Others' replies recommend a chassis replacement as better than a stack. (They generally are, IMO too.)
Op notes chassis is much more expensive. Sometimes, though, a chassis is less expensive. For example, a chassis with lots of line cards without 2nd sup. Those cases, though, usually aren't much less expensive.
What can matter much is how this particular L3 switch will be used. Only then can you really determine what's actually needed, what's nice to have, and price/value.
Be cautious of the two simplest solutions which can be x number of bps ports for least cost or allowing seller to determine what you should have.

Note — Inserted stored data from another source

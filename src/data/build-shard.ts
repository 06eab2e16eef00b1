// A client's shard as a pure function of (scenario, client id): any process (the engine, a
// worker hosting the client, the oracle rebuilding everything) gets the same bytes.
//
// Two layouts:
//   direct  synthetic data with an iid partition: client i draws its own n_i samples from its
//           own model x_i* and feature mean mu_i, on streams derived from (seed, 'shard', i).
//           Nothing is shared, so one shard costs only its own samples.
//   pooled  labelled synthetic data with a non-iid partition, and every data set: one pool
//           (synthetic: sum_i n_i samples of the common model x0 with mean-zero features, since
//           per-client models and shifts have no meaning before the split) is partitioned with
//           the stream (seed, 'partition'); client i takes its part. The heterogeneity then
//           comes from the partition alone. Pools are cached per data-relevant plan (a data
//           file's by its path and content hash, which the plan carries).
//
// Either way a client then holds out data.testFraction of its rows (test-part.ts): buildShard
// gives its training rows, the only rows any client, oracle or scaling sees; buildTestShard gives
// the rest, for the evaluation.

import type { Scenario } from '../scenario/schema.js';
import { dataSeedOf } from '../scenario/data-seed.js';
import { canonicalJson } from '../scenario/plan-hash.js';
import { featureScales } from './covariance.js';
import { DataError } from './data-error.js';
import { datasetPool } from './dataset-pool.js';
import { filePool } from './file-pool.js';
import { partitionPool, type LabelledPool } from './partition.js';
import { Rng } from '../base/rng.js';
import { samplesForAllClients, samplesForClient } from './sample-counts.js';
import type { Shard } from '../problem/shard.js';
import { drawSamples, type SampleKind, type SampleModel } from './synthetic.js';
import { standardizeOverRows } from './datasets.js';
import { pickRows, splitRows, testRowCount } from './test-part.js';
import {
  clientFeatureMean,
  clientMinimizer,
  parameterDimension,
  syntheticCentre,
} from './synthetic-models.js';

type SyntheticData = Extract<Scenario['data'], { source: 'synthetic' }>;

/** Bounds one pool or shard: 25e6 doubles (200 MB). */
export const DATA_VALUES_MAX = 25_000_000;
/** Pools kept in memory at once (a process normally needs one plan's pool). */
export const POOL_CACHE_ENTRIES_MAX = 4;

interface PooledData {
  featureCount: number;
  features: Float64Array;
  targets: Float64Array;
  /** each client's training rows of the pool */
  parts: Uint32Array[];
  /** each client's test rows of the pool (empty when nothing is held out) */
  testParts: Uint32Array[];
}

const poolCache = new Map<string, PooledData>();

function isDirect(scenario: Scenario): scenario is Scenario & { data: SyntheticData } {
  return scenario.data.source === 'synthetic' && scenario.data.partition.kind === 'iid';
}

function checkClientId(scenario: Scenario, clientId: number): void {
  if (!Number.isInteger(clientId) || clientId < 0 || clientId >= scenario.clients.count) {
    throw new DataError(
      'E_DATA_SPEC',
      `client id ${clientId} is outside [0, ${scenario.clients.count})`,
    );
  }
}

function checkValueCount(sampleCount: number, featureCount: number): void {
  if (sampleCount * featureCount > DATA_VALUES_MAX) {
    throw new DataError(
      'E_DATA_SPEC',
      `${sampleCount} samples x ${featureCount} features exceed the bound of ${DATA_VALUES_MAX} values`,
      'data.samplesPerClient',
    );
  }
}

function classCountOf(scenario: Scenario): number {
  return isMulticlass(scenario.problem.kind) ? scenario.problem.classes : 2;
}

function isMulticlass(kind: Scenario['problem']['kind']): boolean {
  return kind === 'softmax' || kind === 'perceptron';
}

/**
 * The model that labels synthetic samples: a perceptron learns from the samples softmax would
 * get with the same seed, so that the two can be compared on the same data.
 */
function sampleKindOf(kind: Scenario['problem']['kind']): SampleKind {
  return kind === 'perceptron' ? 'softmax' : kind;
}

function featureScalesOf(data: SyntheticData): Float64Array {
  return featureScales(data.features, data.conditionNumber);
}

/** Client clientId's every row, before its test part is held out. */
function directRows(scenario: Scenario & { data: SyntheticData }, clientId: number): Shard {
  const { problem, data } = scenario;
  const seed = dataSeedOf(scenario);
  const p = data.features;
  const sampleKind = sampleKindOf(problem.kind);
  const x0 = syntheticCentre(seed, parameterDimension(sampleKind, p, classCountOf(scenario)));
  const sampleCount = samplesForClient(
    data.samplesPerClient,
    scenario.clients.count,
    seed,
    clientId,
  );
  checkValueCount(sampleCount, p);
  const model: SampleModel = {
    kind: sampleKind,
    featureCount: p,
    classCount: classCountOf(scenario),
    featureScales: featureScalesOf(data),
    featureMean: clientFeatureMean(seed, p, data.covariateShift, clientId),
    model: clientMinimizer(seed, x0, data.minimizerSpread, clientId),
    noise: data.noise,
  };
  const samples = drawSamples(
    Rng.derive(seed, 'shard', clientId, 'features'),
    Rng.derive(seed, 'shard', clientId, 'targets'),
    model,
    sampleCount,
  );
  return { clientId, ...samples };
}

function syntheticPool(
  scenario: Scenario & { data: SyntheticData },
): LabelledPool & { features: Float64Array; targets: Float64Array } {
  const { problem, data } = scenario;
  const seed = dataSeedOf(scenario);
  if (problem.kind === 'least-squares') {
    throw new DataError(
      'E_DATA_SPEC',
      `data.partition "${data.partition.kind}" splits by label, but least-squares targets are real values; use "iid"`,
      'data.partition',
    );
  }
  const p = data.features;
  const total = samplesForAllClients(data.samplesPerClient, scenario.clients.count, seed).reduce(
    (sum, n) => sum + n,
    0,
  );
  checkValueCount(total, p);
  const sampleKind = sampleKindOf(problem.kind);
  const model: SampleModel = {
    kind: sampleKind,
    featureCount: p,
    classCount: classCountOf(scenario),
    featureScales: featureScalesOf(data),
    featureMean: new Float64Array(p),
    model: syntheticCentre(seed, parameterDimension(sampleKind, p, classCountOf(scenario))),
    noise: data.noise,
  };
  const samples = drawSamples(
    Rng.derive(seed, 'pool', 'features'),
    Rng.derive(seed, 'pool', 'targets'),
    model,
    total,
  );
  return { features: samples.features, targets: samples.targets, labels: samples.targets };
}

function pooledData(scenario: Scenario): PooledData {
  // Keys sorted: equal plans give equal cache keys whatever their key order.
  const key = canonicalJson({
    seed: dataSeedOf(scenario),
    kind: scenario.problem.kind,
    classes: scenario.problem.classes,
    data: scenario.data,
    clientCount: scenario.clients.count,
  });
  const cached = poolCache.get(key);
  if (cached !== undefined) return cached;

  let featureCount: number;
  let pool: LabelledPool & { features: Float64Array; targets: Float64Array };
  let columnsToStandardize: readonly number[] = [];
  if (scenario.data.source === 'synthetic') {
    featureCount = scenario.data.features;
    pool = syntheticPool(scenario as Scenario & { data: SyntheticData });
  } else if (scenario.data.source === 'file') {
    ({ featureCount, pool, columnsToStandardize } = filePool(scenario));
  } else {
    ({ featureCount, pool, columnsToStandardize } = datasetPool(scenario));
  }
  const wholeParts = partitionPool(
    pool,
    scenario.data.partition,
    scenario.clients.count,
    Rng.derive(dataSeedOf(scenario), 'partition'),
  );
  const splits = wholeParts.map((part, clientId) =>
    splitRows(dataSeedOf(scenario), clientId, part.length, scenario.data.testFraction),
  );
  const parts = wholeParts.map((part, id) => pickRows(part, splits[id].training));
  const testParts = wholeParts.map((part, id) => pickRows(part, splits[id].test));
  if (columnsToStandardize.length > 0)
    standardizeOverRows(pool.features, featureCount, columnsToStandardize, trainingRowsOf(parts));
  const entry: PooledData = {
    featureCount,
    features: pool.features,
    targets: pool.targets,
    parts,
    testParts,
  };

  if (poolCache.size >= POOL_CACHE_ENTRIES_MAX) {
    const oldest = poolCache.keys().next().value as string;
    poolCache.delete(oldest);
  }
  poolCache.set(key, entry);
  return entry;
}

/** Every client's training rows of the pool, ascending. */
function trainingRowsOf(parts: readonly Uint32Array[]): Uint32Array {
  const total = parts.reduce((sum, part) => sum + part.length, 0);
  const rows = new Uint32Array(total);
  let at = 0;
  for (const part of parts) {
    rows.set(part, at);
    at += part.length;
  }
  return rows.sort();
}

function pooledShard(scenario: Scenario, clientId: number, part: 'training' | 'test'): Shard {
  const { featureCount: p, features, targets, parts, testParts } = pooledData(scenario);
  const indices = (part === 'training' ? parts : testParts)[clientId];
  const shardFeatures = new Float64Array(indices.length * p);
  const shardTargets = new Float64Array(indices.length);
  for (let s = 0; s < indices.length; s++) {
    const source = indices[s];
    shardFeatures.set(features.subarray(source * p, source * p + p), s * p);
    shardTargets[s] = targets[source];
  }
  return {
    clientId,
    sampleCount: indices.length,
    featureCount: p,
    features: shardFeatures,
    targets: shardTargets,
  };
}

/** The rows of `shard` at `positions`, in their order. */
function shardRows(shard: Shard, positions: Uint32Array): Shard {
  const p = shard.featureCount;
  const features = new Float64Array(positions.length * p);
  const targets = new Float64Array(positions.length);
  for (let k = 0; k < positions.length; k++) {
    const s = positions[k];
    features.set(shard.features.subarray(s * p, s * p + p), k * p);
    targets[k] = shard.targets[s];
  }
  return { ...shard, sampleCount: positions.length, features, targets };
}

function directPart(
  scenario: Scenario & { data: SyntheticData },
  clientId: number,
  part: 'training' | 'test',
): Shard {
  const fraction = scenario.data.testFraction;
  // Nothing held out: no rows are drawn just to be dropped (a wide shard costs seconds).
  if (fraction === 0 && part === 'test') {
    const featureCount = scenario.data.features;
    const empty = { sampleCount: 0, features: new Float64Array(0), targets: new Float64Array(0) };
    return { clientId, featureCount, ...empty };
  }
  const rows = directRows(scenario, clientId);
  if (fraction === 0) return rows;
  const split = splitRows(dataSeedOf(scenario), clientId, rows.sampleCount, fraction);
  return shardRows(rows, part === 'training' ? split.training : split.test);
}

/** Client clientId's training shard: the same bytes in every process for the same scenario. */
export function buildShard(scenario: Scenario, clientId: number): Shard {
  checkClientId(scenario, clientId);
  return isDirect(scenario)
    ? directPart(scenario, clientId, 'training')
    : pooledShard(scenario, clientId, 'training');
}

/** Client clientId's test part (no rows when the scenario holds nothing out). */
export function buildTestShard(scenario: Scenario, clientId: number): Shard {
  checkClientId(scenario, clientId);
  return isDirect(scenario)
    ? directPart(scenario, clientId, 'test')
    : pooledShard(scenario, clientId, 'test');
}

/** Every client's test part, in client order. */
export function buildAllTestShards(scenario: Scenario): Shard[] {
  return Array.from({ length: scenario.clients.count }, (_, clientId) =>
    buildTestShard(scenario, clientId),
  );
}

/** Every client's shard, in client order. */
export function buildAllShards(scenario: Scenario): Shard[] {
  return Array.from({ length: scenario.clients.count }, (_, clientId) =>
    buildShard(scenario, clientId),
  );
}

/** n_i (training rows) for every client, without building the direct shards. */
export function sampleCountsOf(scenario: Scenario): number[] {
  if (isDirect(scenario)) {
    const fraction = scenario.data.testFraction;
    return samplesForAllClients(
      scenario.data.samplesPerClient,
      scenario.clients.count,
      dataSeedOf(scenario),
    ).map((n) => n - testRowCount(fraction, n));
  }
  return pooledData(scenario).parts.map((part) => part.length);
}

Spend some time on analysis, and if inexperienced, consider contracting assistance.
07-01-2024 12:56 AM
Dear All,
Apologies if I get off topic, but the main reason I'm trying to measure IP address table and Mac address table, current usage, is why I'm comparing 9400 model switches to 9300. I'll open a new post about it.
Thank you all again for your valuable advice.